* AIM OF THE TASK: Of the lines below, write out exactly those from the line with "a range, from" through the line with "Ground on a", both included, and skip the rest.

* DATA FOR THIS EXERCISE:
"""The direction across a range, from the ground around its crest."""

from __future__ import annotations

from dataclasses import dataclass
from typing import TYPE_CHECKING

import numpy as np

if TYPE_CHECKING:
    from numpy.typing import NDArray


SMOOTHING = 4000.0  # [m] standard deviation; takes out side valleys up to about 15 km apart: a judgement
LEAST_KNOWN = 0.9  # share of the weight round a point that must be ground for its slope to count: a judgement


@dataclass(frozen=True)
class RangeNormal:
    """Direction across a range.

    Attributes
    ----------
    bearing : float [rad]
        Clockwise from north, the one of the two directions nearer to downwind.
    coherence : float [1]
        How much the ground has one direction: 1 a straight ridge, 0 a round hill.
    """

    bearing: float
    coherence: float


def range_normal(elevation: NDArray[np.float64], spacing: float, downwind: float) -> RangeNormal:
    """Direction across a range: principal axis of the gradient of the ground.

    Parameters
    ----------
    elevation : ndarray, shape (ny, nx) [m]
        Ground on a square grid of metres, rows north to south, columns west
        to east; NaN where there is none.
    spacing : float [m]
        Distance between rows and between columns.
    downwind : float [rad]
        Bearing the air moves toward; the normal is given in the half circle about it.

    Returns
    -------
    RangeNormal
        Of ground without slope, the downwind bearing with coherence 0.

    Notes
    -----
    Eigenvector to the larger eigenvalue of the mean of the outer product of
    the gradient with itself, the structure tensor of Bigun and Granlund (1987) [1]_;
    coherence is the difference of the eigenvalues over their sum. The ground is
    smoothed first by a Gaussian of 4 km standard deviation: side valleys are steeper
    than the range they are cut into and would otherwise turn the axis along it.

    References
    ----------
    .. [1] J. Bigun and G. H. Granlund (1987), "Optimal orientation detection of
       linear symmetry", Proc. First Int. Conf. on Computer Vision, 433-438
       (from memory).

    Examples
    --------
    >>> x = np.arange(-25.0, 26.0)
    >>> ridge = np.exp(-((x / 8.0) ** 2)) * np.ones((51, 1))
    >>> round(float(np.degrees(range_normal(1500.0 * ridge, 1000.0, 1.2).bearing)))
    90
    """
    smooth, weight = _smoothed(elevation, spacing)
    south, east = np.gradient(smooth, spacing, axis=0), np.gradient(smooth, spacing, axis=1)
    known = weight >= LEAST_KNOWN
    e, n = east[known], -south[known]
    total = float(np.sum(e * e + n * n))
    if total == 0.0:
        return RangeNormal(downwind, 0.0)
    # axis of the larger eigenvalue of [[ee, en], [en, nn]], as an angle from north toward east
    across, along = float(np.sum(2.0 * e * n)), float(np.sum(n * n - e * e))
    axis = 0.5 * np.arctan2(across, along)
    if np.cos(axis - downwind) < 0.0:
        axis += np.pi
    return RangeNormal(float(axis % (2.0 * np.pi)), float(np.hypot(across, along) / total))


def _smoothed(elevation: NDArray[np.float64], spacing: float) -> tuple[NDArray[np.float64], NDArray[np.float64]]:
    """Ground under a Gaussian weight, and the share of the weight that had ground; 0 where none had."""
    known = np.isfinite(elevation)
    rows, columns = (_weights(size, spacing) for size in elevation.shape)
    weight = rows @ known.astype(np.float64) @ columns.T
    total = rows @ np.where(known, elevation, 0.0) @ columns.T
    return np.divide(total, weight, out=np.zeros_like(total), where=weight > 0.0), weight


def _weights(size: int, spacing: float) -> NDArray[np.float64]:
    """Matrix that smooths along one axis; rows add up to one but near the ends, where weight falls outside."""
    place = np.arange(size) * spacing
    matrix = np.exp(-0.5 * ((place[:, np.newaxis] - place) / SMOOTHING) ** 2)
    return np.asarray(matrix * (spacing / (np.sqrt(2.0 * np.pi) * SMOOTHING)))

--

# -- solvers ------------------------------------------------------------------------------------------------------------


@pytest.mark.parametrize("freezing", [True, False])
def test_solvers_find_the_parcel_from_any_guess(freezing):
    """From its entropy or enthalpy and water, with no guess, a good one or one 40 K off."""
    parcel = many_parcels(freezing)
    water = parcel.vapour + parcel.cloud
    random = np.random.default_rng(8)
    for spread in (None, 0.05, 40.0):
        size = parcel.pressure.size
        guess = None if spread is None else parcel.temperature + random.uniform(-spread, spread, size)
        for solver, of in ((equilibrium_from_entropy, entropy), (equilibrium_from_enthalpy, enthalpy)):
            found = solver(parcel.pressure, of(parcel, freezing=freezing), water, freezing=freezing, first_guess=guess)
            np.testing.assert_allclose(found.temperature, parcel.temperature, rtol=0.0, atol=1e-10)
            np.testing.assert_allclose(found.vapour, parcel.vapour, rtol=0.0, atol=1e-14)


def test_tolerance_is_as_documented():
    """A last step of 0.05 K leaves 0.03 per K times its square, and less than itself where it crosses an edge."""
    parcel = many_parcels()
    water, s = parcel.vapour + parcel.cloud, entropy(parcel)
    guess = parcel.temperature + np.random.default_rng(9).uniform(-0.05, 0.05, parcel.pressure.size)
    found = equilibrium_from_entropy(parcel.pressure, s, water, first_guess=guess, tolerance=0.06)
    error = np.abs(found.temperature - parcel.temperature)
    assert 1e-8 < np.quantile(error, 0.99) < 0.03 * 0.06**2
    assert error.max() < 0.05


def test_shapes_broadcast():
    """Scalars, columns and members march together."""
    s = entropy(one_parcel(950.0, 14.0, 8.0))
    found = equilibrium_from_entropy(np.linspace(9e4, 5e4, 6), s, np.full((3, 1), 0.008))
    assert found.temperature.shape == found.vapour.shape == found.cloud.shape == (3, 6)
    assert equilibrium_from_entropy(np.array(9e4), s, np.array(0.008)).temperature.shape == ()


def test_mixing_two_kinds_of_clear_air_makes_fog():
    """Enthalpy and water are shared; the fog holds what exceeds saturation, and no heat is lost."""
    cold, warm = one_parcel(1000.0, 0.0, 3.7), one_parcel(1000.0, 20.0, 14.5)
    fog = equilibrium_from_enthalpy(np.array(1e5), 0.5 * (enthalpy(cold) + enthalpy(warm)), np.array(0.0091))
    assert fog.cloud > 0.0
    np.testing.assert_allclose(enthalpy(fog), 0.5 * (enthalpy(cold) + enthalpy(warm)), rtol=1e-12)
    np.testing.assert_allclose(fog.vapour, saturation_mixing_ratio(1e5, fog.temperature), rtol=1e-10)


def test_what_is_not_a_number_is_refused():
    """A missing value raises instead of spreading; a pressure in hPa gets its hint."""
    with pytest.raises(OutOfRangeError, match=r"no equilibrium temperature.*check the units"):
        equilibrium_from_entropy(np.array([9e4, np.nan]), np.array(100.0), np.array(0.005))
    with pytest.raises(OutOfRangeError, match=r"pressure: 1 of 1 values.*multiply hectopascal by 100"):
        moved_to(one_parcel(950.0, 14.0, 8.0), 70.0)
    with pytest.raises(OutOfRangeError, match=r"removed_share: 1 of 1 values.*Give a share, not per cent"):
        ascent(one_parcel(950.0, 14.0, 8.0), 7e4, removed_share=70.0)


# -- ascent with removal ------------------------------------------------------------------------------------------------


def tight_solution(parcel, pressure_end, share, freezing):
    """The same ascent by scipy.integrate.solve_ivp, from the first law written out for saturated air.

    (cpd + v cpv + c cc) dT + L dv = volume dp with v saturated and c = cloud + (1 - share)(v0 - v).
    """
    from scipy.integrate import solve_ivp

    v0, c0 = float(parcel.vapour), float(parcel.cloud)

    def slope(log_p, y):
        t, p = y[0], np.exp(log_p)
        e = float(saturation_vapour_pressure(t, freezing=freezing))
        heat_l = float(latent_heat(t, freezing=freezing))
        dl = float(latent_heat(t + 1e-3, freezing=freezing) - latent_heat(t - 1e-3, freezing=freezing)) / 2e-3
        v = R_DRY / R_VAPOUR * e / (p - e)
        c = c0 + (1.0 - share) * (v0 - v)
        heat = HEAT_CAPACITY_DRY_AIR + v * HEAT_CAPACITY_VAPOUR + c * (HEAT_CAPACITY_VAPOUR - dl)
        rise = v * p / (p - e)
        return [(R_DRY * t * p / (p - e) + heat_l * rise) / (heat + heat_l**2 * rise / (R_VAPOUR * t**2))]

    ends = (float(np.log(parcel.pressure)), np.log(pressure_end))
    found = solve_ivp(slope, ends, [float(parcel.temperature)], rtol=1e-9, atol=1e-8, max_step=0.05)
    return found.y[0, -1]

* * *

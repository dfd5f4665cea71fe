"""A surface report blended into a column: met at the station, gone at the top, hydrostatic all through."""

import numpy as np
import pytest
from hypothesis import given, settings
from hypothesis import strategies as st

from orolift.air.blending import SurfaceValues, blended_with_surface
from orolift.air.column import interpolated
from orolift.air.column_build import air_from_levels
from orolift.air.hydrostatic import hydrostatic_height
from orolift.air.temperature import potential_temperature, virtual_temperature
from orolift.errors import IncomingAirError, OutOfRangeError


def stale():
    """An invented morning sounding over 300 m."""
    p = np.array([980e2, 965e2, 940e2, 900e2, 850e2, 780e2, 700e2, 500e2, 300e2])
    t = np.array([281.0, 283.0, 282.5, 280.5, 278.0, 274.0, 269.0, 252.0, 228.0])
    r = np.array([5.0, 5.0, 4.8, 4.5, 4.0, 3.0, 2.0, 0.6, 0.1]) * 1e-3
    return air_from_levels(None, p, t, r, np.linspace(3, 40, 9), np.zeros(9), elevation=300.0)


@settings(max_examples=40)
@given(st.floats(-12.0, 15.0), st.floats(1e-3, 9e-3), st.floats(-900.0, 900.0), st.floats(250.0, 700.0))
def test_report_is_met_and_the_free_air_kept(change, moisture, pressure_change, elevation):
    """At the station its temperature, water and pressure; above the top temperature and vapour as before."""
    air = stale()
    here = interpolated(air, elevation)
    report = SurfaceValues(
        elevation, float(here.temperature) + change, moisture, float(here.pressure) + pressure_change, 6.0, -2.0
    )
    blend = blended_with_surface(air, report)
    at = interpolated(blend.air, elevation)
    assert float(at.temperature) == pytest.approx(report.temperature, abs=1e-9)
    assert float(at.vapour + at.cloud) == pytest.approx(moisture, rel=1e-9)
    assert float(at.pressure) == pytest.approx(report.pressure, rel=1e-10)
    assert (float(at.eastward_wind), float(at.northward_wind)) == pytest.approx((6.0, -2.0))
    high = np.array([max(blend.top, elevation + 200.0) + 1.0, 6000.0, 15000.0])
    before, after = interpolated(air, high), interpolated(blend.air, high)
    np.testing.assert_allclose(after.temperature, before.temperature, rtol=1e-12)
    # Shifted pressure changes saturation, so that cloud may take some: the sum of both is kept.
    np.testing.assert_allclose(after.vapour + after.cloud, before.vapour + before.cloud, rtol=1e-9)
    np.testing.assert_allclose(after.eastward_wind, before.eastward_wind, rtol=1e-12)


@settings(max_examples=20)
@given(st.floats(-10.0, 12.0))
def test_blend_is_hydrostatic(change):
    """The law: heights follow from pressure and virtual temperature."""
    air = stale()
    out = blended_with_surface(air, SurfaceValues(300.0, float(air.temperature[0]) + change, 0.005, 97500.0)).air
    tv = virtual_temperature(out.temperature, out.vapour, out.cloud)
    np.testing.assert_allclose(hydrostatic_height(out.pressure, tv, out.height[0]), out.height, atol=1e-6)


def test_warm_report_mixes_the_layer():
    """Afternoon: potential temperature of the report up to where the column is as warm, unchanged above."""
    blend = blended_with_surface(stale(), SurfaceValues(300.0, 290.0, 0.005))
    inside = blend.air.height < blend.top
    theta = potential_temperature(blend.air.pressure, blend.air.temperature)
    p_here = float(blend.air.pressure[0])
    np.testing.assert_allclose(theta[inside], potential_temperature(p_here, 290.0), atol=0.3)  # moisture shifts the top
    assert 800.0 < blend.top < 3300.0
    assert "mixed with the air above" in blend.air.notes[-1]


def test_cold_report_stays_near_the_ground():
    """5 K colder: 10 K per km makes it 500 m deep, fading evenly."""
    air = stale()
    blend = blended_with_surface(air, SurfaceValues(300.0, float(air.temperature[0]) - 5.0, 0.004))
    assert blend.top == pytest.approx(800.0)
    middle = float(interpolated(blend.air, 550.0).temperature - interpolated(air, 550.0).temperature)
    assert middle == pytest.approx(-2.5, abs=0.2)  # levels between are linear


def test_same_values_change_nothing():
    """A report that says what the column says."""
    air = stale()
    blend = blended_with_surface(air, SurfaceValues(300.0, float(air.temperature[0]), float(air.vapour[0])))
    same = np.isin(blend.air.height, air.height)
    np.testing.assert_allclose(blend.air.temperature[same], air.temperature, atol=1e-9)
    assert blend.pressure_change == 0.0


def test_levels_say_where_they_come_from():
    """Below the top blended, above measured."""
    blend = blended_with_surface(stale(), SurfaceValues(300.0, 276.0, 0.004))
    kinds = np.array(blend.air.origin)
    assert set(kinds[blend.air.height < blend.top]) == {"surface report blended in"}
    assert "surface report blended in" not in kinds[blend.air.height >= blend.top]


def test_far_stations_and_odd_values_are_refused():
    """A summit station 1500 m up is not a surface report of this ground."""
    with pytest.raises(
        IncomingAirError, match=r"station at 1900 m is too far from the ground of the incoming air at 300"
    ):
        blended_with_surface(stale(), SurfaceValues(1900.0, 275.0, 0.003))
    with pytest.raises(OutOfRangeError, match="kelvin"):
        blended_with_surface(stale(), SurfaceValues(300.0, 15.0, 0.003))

* EXERCISE SOLUTION:
"""The direction across a range, from the ground around its crest."""

from __future__ import annotations

from dataclasses import dataclass
from typing import TYPE_CHECKING

import numpy as np

if TYPE_CHECKING:
    from numpy.typing import NDArray


SMOOTHING = 4000.0  # [m] standard deviation; takes out side valleys up to about 15 km apart: a judgement
LEAST_KNOWN = 0.9  # share of the weight round a point that must be ground for its slope to count: a judgement


@dataclass(frozen=True)
class RangeNormal:
    """Direction across a range.

    Attributes
    ----------
    bearing : float [rad]
        Clockwise from north, the one of the two directions nearer to downwind.
    coherence : float [1]
        How much the ground has one direction: 1 a straight ridge, 0 a round hill.
    """

    bearing: float
    coherence: float


def range_normal(elevation: NDArray[np.float64], spacing: float, downwind: float) -> RangeNormal:
    """Direction across a range: principal axis of the gradient of the ground.

    Parameters
    ----------
    elevation : ndarray, shape (ny, nx) [m]
        Ground on a square grid of metres, rows north to south, columns west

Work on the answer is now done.